Aim of the task – Each line that includes the word "lineAt" should be copied from the records.

(Stored dataset items)

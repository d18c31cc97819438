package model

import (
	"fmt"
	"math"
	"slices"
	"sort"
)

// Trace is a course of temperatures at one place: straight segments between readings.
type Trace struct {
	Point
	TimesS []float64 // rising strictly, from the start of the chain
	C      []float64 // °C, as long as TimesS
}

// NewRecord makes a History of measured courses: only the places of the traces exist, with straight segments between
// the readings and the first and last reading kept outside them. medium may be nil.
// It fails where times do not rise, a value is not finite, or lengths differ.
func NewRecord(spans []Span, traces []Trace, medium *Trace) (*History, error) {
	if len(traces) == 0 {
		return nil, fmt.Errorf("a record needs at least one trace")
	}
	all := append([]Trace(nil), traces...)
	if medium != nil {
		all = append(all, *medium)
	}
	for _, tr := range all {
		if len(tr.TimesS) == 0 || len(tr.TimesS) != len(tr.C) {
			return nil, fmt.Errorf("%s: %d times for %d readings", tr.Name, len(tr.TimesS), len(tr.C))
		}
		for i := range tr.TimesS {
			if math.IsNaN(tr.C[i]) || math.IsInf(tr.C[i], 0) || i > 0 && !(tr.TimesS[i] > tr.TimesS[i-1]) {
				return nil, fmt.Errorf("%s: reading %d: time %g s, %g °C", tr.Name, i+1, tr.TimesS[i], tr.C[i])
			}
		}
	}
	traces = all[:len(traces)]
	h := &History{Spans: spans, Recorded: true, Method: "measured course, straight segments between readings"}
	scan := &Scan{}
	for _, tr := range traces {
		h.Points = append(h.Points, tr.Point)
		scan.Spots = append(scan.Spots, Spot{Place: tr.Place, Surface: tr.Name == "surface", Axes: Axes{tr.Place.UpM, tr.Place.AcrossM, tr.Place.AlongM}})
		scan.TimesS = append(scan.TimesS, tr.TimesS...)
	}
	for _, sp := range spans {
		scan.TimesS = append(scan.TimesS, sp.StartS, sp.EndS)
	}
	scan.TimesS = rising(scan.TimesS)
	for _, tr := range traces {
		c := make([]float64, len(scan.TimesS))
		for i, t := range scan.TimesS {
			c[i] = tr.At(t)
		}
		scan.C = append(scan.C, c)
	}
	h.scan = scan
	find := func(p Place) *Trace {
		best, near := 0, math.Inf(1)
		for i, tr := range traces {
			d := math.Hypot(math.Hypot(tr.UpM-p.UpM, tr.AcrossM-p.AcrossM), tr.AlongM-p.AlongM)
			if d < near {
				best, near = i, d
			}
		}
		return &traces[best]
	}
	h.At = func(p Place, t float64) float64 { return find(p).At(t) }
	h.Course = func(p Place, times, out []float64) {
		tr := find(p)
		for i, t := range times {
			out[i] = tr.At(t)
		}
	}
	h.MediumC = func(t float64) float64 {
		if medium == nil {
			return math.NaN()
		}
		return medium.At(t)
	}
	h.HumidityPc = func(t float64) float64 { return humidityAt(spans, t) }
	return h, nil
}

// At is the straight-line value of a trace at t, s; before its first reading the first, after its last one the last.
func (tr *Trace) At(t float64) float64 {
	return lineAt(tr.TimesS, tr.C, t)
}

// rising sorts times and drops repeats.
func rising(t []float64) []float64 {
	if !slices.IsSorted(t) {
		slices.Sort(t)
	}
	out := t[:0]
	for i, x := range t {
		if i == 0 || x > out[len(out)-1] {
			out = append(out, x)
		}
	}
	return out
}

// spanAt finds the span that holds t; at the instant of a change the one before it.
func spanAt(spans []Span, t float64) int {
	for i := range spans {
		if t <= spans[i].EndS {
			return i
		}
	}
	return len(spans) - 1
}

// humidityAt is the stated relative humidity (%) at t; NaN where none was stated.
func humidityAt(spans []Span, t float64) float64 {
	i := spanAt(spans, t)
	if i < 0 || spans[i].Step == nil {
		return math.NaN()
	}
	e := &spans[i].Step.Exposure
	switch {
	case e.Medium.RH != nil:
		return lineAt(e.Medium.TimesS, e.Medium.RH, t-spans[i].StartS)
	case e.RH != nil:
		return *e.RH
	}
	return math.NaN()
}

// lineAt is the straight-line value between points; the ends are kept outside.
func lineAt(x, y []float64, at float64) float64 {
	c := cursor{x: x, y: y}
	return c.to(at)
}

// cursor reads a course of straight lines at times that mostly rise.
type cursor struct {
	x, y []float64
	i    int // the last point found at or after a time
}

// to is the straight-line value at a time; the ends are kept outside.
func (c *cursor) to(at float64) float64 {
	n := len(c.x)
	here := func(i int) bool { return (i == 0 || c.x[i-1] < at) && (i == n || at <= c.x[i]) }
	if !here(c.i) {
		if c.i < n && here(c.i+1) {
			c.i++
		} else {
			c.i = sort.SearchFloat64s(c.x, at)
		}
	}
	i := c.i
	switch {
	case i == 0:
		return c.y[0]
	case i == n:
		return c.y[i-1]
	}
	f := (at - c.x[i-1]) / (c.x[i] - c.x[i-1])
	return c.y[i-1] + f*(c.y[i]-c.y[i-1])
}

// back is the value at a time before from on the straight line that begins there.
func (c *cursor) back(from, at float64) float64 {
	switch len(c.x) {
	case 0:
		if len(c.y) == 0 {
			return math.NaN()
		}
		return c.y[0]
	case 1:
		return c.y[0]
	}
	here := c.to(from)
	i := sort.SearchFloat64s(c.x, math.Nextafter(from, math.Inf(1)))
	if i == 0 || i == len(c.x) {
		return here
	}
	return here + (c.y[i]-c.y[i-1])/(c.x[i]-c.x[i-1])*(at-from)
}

...

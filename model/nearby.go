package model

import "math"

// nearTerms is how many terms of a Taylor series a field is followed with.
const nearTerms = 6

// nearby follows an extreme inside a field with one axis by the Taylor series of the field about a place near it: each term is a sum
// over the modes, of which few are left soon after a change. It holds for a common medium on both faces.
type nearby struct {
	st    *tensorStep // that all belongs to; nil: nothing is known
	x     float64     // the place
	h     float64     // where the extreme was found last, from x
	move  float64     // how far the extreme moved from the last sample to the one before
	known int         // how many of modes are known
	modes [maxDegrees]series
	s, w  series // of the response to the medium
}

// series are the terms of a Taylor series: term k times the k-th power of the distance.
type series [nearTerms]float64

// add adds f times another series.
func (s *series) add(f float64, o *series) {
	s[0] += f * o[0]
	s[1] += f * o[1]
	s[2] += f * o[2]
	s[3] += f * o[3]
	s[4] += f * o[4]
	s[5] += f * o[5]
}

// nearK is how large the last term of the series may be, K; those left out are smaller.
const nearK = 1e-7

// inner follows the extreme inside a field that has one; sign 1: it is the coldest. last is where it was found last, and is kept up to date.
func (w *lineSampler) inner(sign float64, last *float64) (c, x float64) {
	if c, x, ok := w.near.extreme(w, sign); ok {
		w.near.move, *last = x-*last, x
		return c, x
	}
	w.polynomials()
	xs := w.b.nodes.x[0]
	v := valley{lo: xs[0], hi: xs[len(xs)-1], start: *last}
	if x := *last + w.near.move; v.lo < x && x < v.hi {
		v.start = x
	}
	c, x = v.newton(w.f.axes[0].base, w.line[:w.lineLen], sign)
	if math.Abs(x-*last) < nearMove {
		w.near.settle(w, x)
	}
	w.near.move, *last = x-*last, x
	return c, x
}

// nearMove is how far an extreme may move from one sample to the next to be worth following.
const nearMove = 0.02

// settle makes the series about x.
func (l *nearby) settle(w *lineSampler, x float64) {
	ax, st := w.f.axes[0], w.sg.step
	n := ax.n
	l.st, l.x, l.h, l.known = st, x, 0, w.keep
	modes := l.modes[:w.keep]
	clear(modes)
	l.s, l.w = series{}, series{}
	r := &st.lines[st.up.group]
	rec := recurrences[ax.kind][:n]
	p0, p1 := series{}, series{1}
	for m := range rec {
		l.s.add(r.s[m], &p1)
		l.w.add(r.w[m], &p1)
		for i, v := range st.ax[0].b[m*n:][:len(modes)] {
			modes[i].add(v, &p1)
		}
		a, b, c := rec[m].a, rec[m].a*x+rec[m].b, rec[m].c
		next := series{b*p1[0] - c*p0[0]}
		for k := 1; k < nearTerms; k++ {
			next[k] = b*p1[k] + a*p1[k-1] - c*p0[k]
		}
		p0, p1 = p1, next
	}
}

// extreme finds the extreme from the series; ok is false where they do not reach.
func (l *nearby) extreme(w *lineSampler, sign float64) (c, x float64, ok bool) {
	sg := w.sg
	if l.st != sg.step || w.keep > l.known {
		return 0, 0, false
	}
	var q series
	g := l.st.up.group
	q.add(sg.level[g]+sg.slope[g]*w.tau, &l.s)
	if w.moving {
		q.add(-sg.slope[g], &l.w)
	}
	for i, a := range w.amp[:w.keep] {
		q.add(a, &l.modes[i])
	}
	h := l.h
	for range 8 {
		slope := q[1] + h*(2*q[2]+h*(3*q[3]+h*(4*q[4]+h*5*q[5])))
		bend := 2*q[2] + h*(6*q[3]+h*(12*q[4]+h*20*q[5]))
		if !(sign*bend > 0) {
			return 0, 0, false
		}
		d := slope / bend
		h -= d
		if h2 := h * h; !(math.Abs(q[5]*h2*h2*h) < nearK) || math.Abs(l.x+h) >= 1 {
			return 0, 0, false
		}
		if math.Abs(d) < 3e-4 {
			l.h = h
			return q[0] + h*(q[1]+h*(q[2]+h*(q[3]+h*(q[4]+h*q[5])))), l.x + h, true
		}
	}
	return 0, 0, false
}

...

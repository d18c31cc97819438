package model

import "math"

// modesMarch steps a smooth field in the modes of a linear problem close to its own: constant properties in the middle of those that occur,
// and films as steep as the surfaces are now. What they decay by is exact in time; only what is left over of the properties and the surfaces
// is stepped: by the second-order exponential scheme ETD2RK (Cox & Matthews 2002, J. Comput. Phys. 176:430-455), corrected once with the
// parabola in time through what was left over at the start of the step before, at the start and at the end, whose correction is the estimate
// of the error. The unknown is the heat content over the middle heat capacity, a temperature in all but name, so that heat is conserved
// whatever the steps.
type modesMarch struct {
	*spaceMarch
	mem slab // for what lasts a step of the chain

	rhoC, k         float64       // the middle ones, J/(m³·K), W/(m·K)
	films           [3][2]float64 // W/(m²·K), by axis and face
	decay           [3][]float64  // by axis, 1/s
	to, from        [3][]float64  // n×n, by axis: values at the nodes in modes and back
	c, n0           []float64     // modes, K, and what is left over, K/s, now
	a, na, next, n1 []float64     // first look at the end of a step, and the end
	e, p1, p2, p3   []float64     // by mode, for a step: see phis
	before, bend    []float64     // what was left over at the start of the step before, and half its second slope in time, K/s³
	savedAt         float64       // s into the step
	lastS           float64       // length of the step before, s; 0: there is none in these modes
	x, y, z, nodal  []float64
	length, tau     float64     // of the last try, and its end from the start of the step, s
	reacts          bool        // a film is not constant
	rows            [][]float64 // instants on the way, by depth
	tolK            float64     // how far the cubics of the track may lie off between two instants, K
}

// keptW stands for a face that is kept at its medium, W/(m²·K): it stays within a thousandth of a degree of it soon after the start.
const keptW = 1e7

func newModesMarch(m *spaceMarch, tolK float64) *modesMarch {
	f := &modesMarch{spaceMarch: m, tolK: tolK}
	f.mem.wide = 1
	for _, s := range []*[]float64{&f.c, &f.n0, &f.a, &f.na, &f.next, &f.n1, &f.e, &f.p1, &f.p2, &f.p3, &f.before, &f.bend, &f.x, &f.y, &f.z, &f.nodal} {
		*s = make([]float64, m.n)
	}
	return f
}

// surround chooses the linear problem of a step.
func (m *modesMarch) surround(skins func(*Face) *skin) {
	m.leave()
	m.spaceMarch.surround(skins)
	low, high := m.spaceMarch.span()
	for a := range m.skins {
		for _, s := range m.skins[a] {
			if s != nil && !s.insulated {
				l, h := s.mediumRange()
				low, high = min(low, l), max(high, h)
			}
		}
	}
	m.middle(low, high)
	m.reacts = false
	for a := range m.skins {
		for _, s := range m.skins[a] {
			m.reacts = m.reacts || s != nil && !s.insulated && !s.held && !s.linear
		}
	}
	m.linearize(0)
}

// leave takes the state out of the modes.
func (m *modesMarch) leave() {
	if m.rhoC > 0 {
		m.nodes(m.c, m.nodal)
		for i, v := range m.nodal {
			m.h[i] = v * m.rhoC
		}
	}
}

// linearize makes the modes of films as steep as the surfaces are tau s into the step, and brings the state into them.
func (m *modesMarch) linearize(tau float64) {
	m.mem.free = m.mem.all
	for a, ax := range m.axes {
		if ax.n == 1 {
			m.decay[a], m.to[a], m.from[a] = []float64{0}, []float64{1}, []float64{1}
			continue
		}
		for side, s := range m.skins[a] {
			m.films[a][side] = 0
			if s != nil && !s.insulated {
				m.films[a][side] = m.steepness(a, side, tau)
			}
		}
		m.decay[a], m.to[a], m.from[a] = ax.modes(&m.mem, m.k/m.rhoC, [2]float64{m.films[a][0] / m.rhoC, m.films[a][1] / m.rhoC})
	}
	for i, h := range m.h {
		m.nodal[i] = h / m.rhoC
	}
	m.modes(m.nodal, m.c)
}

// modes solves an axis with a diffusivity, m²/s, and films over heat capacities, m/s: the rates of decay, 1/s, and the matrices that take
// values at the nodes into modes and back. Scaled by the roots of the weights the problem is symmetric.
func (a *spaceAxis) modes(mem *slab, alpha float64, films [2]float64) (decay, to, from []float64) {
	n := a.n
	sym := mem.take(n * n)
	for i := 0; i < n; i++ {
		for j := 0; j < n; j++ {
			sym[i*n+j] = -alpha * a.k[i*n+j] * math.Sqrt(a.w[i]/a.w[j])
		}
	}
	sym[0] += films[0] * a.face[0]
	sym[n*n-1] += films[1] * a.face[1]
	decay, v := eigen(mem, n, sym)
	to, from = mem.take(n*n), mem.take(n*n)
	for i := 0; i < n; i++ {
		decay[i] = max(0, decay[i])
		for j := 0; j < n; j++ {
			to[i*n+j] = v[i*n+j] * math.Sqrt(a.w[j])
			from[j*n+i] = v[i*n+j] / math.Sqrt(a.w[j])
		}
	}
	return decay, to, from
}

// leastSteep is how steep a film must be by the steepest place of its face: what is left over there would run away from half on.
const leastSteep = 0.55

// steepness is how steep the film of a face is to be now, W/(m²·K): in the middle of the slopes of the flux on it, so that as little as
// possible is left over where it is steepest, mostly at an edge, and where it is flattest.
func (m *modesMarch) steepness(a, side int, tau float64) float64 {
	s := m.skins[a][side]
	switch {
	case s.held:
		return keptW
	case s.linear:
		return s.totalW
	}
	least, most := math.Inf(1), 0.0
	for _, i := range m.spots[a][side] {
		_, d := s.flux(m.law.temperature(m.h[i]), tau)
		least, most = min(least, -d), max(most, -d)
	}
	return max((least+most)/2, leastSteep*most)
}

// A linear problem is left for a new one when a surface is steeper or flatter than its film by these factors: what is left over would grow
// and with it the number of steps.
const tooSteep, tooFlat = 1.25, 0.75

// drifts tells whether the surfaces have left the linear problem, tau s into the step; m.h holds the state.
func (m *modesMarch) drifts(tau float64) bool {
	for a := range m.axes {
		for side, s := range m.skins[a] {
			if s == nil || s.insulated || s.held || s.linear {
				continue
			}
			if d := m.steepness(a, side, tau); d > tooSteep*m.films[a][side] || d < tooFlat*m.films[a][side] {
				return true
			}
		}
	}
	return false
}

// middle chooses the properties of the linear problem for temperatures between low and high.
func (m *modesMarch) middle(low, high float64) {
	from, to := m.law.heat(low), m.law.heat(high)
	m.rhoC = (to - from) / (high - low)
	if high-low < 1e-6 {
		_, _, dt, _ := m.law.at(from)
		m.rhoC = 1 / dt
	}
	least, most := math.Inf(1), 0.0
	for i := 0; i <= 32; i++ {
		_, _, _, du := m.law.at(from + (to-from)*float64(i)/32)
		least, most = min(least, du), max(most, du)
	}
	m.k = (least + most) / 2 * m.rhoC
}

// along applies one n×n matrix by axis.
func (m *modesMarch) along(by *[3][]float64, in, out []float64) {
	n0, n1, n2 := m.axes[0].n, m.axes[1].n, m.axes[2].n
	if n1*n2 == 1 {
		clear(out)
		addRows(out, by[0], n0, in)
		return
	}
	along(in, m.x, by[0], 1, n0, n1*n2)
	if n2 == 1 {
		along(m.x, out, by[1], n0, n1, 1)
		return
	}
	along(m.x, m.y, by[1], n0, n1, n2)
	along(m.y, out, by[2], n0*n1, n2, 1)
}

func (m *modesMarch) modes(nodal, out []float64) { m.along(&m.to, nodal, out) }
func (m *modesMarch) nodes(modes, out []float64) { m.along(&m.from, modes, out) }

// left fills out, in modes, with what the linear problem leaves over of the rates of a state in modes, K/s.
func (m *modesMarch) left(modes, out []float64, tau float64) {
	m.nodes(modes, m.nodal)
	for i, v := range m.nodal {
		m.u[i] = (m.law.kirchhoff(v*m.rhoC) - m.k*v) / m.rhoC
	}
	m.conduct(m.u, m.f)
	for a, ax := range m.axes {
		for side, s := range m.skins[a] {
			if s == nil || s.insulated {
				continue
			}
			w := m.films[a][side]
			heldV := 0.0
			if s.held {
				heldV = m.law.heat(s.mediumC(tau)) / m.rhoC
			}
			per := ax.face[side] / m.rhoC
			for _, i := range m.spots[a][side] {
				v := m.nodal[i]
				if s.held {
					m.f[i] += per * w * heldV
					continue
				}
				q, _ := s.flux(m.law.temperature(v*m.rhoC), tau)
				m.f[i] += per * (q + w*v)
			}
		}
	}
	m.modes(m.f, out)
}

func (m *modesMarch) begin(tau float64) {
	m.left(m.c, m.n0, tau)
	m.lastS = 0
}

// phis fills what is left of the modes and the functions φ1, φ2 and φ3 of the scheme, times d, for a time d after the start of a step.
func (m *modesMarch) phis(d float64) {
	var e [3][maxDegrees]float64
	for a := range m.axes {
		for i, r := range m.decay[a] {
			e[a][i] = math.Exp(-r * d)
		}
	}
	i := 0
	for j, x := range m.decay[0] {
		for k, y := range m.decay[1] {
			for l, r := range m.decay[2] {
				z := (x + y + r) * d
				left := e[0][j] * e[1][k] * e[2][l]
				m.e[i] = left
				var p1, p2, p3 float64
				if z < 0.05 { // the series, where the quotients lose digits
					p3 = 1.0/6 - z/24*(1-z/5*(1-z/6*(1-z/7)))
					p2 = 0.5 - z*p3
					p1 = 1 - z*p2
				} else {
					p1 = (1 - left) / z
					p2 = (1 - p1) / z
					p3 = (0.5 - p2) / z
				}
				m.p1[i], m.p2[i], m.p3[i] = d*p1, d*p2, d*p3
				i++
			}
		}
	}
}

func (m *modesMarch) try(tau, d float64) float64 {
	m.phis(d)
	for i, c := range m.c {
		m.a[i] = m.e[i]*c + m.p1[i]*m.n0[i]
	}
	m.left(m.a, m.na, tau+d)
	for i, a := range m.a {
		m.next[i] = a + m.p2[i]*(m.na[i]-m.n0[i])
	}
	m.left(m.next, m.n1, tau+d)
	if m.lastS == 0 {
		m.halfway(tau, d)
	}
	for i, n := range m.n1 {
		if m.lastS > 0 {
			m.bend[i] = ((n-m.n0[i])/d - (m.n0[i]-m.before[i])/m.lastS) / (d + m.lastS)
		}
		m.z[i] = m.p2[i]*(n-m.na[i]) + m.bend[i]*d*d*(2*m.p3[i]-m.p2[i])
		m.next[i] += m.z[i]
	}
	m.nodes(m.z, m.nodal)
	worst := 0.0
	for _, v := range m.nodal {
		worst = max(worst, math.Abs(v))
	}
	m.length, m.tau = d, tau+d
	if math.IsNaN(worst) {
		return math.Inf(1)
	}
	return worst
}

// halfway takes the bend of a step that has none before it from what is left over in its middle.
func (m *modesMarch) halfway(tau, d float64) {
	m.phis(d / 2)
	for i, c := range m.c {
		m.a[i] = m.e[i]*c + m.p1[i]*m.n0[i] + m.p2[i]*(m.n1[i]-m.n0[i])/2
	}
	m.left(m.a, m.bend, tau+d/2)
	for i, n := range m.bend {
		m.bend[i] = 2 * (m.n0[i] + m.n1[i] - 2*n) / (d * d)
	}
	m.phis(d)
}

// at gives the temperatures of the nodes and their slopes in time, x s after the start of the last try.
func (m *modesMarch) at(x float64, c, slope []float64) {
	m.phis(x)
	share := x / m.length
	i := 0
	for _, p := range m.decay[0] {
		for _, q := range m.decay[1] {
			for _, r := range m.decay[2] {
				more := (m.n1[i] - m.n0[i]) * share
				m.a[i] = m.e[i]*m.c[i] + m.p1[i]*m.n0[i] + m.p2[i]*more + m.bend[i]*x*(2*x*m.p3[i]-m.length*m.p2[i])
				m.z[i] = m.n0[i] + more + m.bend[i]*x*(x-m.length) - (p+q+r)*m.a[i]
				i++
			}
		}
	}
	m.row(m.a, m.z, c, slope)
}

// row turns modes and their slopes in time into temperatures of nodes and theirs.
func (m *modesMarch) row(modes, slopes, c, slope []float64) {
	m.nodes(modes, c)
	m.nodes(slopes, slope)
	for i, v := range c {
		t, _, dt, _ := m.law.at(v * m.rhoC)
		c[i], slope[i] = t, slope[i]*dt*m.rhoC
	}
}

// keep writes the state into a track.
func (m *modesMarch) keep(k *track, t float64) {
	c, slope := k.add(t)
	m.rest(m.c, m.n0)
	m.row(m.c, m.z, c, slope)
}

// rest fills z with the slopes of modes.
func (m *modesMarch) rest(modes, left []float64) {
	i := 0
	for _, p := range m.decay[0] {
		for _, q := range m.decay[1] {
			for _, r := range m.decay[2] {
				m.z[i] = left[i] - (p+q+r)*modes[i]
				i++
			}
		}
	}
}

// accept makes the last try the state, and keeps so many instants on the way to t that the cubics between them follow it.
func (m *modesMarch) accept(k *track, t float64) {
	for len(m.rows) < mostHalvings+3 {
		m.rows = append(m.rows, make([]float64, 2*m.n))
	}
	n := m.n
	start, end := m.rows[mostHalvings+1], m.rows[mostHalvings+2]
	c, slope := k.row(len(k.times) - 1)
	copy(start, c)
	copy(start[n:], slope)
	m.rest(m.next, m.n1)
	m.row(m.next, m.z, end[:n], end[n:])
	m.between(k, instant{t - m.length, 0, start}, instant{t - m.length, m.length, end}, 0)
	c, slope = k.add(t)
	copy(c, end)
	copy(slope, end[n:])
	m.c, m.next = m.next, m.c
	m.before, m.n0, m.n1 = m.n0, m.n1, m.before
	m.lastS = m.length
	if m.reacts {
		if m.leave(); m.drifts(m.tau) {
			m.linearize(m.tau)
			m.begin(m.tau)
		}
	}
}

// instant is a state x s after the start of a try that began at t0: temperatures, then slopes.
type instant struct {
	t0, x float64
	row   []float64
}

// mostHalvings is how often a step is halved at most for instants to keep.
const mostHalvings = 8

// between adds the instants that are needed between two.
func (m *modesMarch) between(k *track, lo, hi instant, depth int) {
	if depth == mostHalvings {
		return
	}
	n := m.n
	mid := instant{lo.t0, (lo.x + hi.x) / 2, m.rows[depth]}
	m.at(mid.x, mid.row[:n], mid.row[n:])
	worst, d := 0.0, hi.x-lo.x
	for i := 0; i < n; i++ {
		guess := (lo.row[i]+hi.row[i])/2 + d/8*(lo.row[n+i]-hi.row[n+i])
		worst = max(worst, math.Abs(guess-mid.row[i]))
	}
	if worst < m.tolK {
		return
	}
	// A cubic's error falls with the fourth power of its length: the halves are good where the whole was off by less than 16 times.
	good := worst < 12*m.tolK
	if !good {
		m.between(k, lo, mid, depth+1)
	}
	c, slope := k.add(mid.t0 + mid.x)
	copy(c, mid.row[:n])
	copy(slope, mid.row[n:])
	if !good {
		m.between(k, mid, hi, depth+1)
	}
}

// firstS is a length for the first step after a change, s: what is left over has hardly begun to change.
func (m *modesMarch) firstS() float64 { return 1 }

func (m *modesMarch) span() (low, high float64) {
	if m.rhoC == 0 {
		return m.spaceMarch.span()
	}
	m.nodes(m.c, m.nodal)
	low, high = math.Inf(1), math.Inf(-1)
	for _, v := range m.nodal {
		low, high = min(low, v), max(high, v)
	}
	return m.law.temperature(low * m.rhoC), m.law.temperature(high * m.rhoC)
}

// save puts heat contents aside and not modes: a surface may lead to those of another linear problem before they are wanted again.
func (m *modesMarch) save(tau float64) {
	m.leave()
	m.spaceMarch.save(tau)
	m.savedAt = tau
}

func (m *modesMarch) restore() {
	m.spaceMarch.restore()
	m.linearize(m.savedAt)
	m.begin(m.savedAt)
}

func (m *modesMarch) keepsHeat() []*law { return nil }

Answer box –
	return lineAt(tr.TimesS, tr.C, t)
		return lineAt(e.Medium.TimesS, e.Medium.RH, t-spans[i].StartS)
// lineAt is the straight-line value between points; the ends are kept outside.
func lineAt(x, y []float64, at float64) float64 {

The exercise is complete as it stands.